┌─ Available data

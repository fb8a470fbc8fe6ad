import { z } from 'zod'
import { factorFamilies, lattices } from './candidates'
import { numberBetween, wholeBetween } from './common'
import { estimate } from './values'
import { families } from '../modulation'
import type { FamilyParameter } from '../modulation'

export const limits = { order: 4096, dimensions: 8, snrValues: 1001 } as const

const coordinate = z.number({ error: 'A coordinate is a finite number.' })

const parameters: readonly FamilyParameter[] = ['order', 'rings', 'ratios', 'phases', 'points', 'lattice', 'offset', 'factors']
const list = new Intl.ListFormat('en-GB')

/** What is wrong with naming a parameter that another family takes. */
function foreignSentence(family: (typeof families)[number], parameter: FamilyParameter): string {
  const takers = families.filter(other => other.parameters.includes(parameter)).map(other => other.id)
  return `${family.title} takes its ${list.format(family.parameters)}; ${parameter} ${parameter === 'order' ? 'is' : 'are'} for the ${takers.length > 1 ? 'families' : 'family'} ${list.format(takers)}.`
}

const shape = {
  order: wholeBetween(2, limits.order, 'Order M is a whole number from 2 to 4096.').optional(),
  rings: z.array(wholeBetween(1, limits.order, 'A ring has 1 to 4096 points.')).min(1, 'Send at least one ring.').max(64, 'At most 64 rings.').optional(),
  ratios: z.array(numberBetween(1e-3, 1e3, 'A ring ratio is a number from 0.001 to 1,000.')).max(63, 'At most 63 ring ratios.').optional(),
  /** radians */
  phases: z.array(numberBetween(-10, 10, 'A ring phase is in radians, from −10 to 10.')).max(64, 'At most 64 ring phases.').optional(),
  lattice: z.enum(lattices, { error: 'A lattice is A2, D4 or E8.' }).optional(),
  /** centre of a lattice cut, in minimum distances */
  offset: z.array(numberBetween(-1e3, 1e3, 'An offset is of numbers from −1,000 to 1,000, in minimum distances.')).max(limits.dimensions, 'An offset has at most 8 coordinates.').optional(),
}

/** Constellation of an evaluation: points as given, or a family at unit mean energy. */
export const evaluatedConstellation = z.strictObject({
  family: z.enum(families.map(f => f.id) as [string, ...string[]], { error: `The family is one of ${families.map(f => f.id).join(', ')}.` }),
  ...shape,
  factors: z.array(z.strictObject({
    family: z.enum(factorFamilies, { error: 'A factor is a family of the list other than a product or points of your own.' }), ...shape,
  })).min(2, 'A product has 2 to 8 factors.').max(8, 'A product has 2 to 8 factors.').optional(),
  points: z.array(z.array(coordinate).min(1, 'A point has 1 to 8 coordinates.').max(limits.dimensions, 'A point has 1 to 8 coordinates.'))
    .min(2, 'Send 2 to 4096 points.').max(limits.order, 'Send 2 to 4096 points.').optional(),
  labels: z.array(z.string({ error: 'A label is a word of 1 to 12 bits such as 0110.' }).regex(/^[01]{1,12}$/, 'A label is a word of 1 to 12 bits such as 0110.')).max(limits.order, 'Send a label for each point, at most 4096.').optional(),
  probabilities: z.array(numberBetween(0, 1, 'A probability is from 0 to 1.')).max(limits.order, 'Send a probability for each point, at most 4096.').optional(),
}).superRefine((constellation, refine) => {
  const family = families.find(({ id }) => id === constellation.family)!
  for (const parameter of parameters) {
    if (constellation[parameter] === undefined || family.parameters.includes(parameter)) continue
    refine.addIssue({ code: 'custom', path: [parameter], message: foreignSentence(family, parameter) })
  }
})

export const evaluationQuantities = [
  'serUnion', 'serAllPairs', 'serNearest', 'serExact', 'berAllPairs', 'berNearest', 'berExact', 'mutualInformation', 'bitMetricRate',
] as const
export type EvaluationQuantity = (typeof evaluationQuantities)[number]

/** What the required Es/N0 is found for: an error rate, or an information rate in bit per symbol. */
const target = z.strictObject({
  quantity: z.enum(['ser', 'ber', 'rate'], { error: 'The target is a symbol error rate (ser), a bit error rate (ber) or an information rate (rate).' }),
  value: z.number({ error: 'Enter the target\'s value as a number.' }),
}).superRefine(({ quantity, value }, refine) => {
  const [low, high] = quantity === 'rate' ? [1e-6, 12] : [1e-15, 0.5]
  if (value >= low && value <= high) return
  const message = quantity === 'rate' ? 'Enter a target rate from 1e-6 to 12 bit per symbol.' : `Enter a target ${quantity.toUpperCase()} from 1e-15 to 0.5.`
  refine.addIssue({ code: 'custom', path: ['value'], message })
})

/** POST /api/evaluate */
export const evaluation = z.strictObject({
  constellation: evaluatedConstellation,
  esN0Db: z.array(numberBetween(-60, 120, 'An Es/N0 value is from −60 to 120 dB.'))
    .min(1, 'Send 1 to 1,001 values of Es/N0.').max(limits.snrValues, 'Send 1 to 1,001 values of Es/N0.'),
  target: target.optional(),
  quantities: z.array(z.enum(evaluationQuantities, {
    error: ({ input }) => `The quantity ${String(input).slice(0, 40)} is not offered: a quantity is one of ${evaluationQuantities.join(', ')}.`,
  })).min(1, 'Name at least one quantity, or leave quantities out.').max(16, 'Name at most 16 quantities.')
    .default(['serUnion', 'serNearest', 'serExact']),
})
export type EvaluationRequest = z.infer<typeof evaluation>

const numbers = z.array(z.number())
const estimates = z.array(estimate)
export const evaluationAnswer = z.object({
  order: z.int(), dimensions: z.int(), bitsPerSymbol: z.number(), meanEnergy: z.number(), peakEnergy: z.number(), paprDb: z.number(),
  minimumDistance: z.number(),
  neighbours: z.object({ relevantMean: z.number(), nearestMean: z.number(), relevant: z.array(z.array(z.int())) }),
  curves: z.object({
    esN0Db: numbers,
    serUnion: numbers.optional(), serAllPairs: numbers.optional(), serNearest: numbers.optional(), serExact: estimates.optional(),
    berAllPairs: numbers.optional(), berNearest: numbers.optional(), berExact: numbers.optional(),
    mutualInformation: estimates.optional(), bitMetricRate: estimates.optional(),
  }),
  requiredEsN0Db: z.partialRecord(z.enum(evaluationQuantities), estimate).optional(),
})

└─

_About this task:_ The lines to retype run from the start of the entries through the line containing "const takers = families.filter(other"; reproduce them exactly and add nothing.

_Task answer:_
repository fb8a470fbc8fe6ad
import { z } from 'zod'
import { factorFamilies, lattices } from './candidates'
import { numberBetween, wholeBetween } from './common'
import { estimate } from './values'
import { families } from '../modulation'
import type { FamilyParameter } from '../modulation'

export const limits = { order: 4096, dimensions: 8, snrValues: 1001 } as const

const coordinate = z.number({ error: 'A coordinate is a finite number.' })

const parameters: readonly FamilyParameter[] = ['order', 'rings', 'ratios', 'phases', 'points', 'lattice', 'offset', 'factors']
const list = new Intl.ListFormat('en-GB')

/** What is wrong with naming a parameter that another family takes. */
function foreignSentence(family: (typeof families)[number], parameter: FamilyParameter): string {
  const takers = families.filter(other => other.parameters.includes(parameter)).map(other => other.id)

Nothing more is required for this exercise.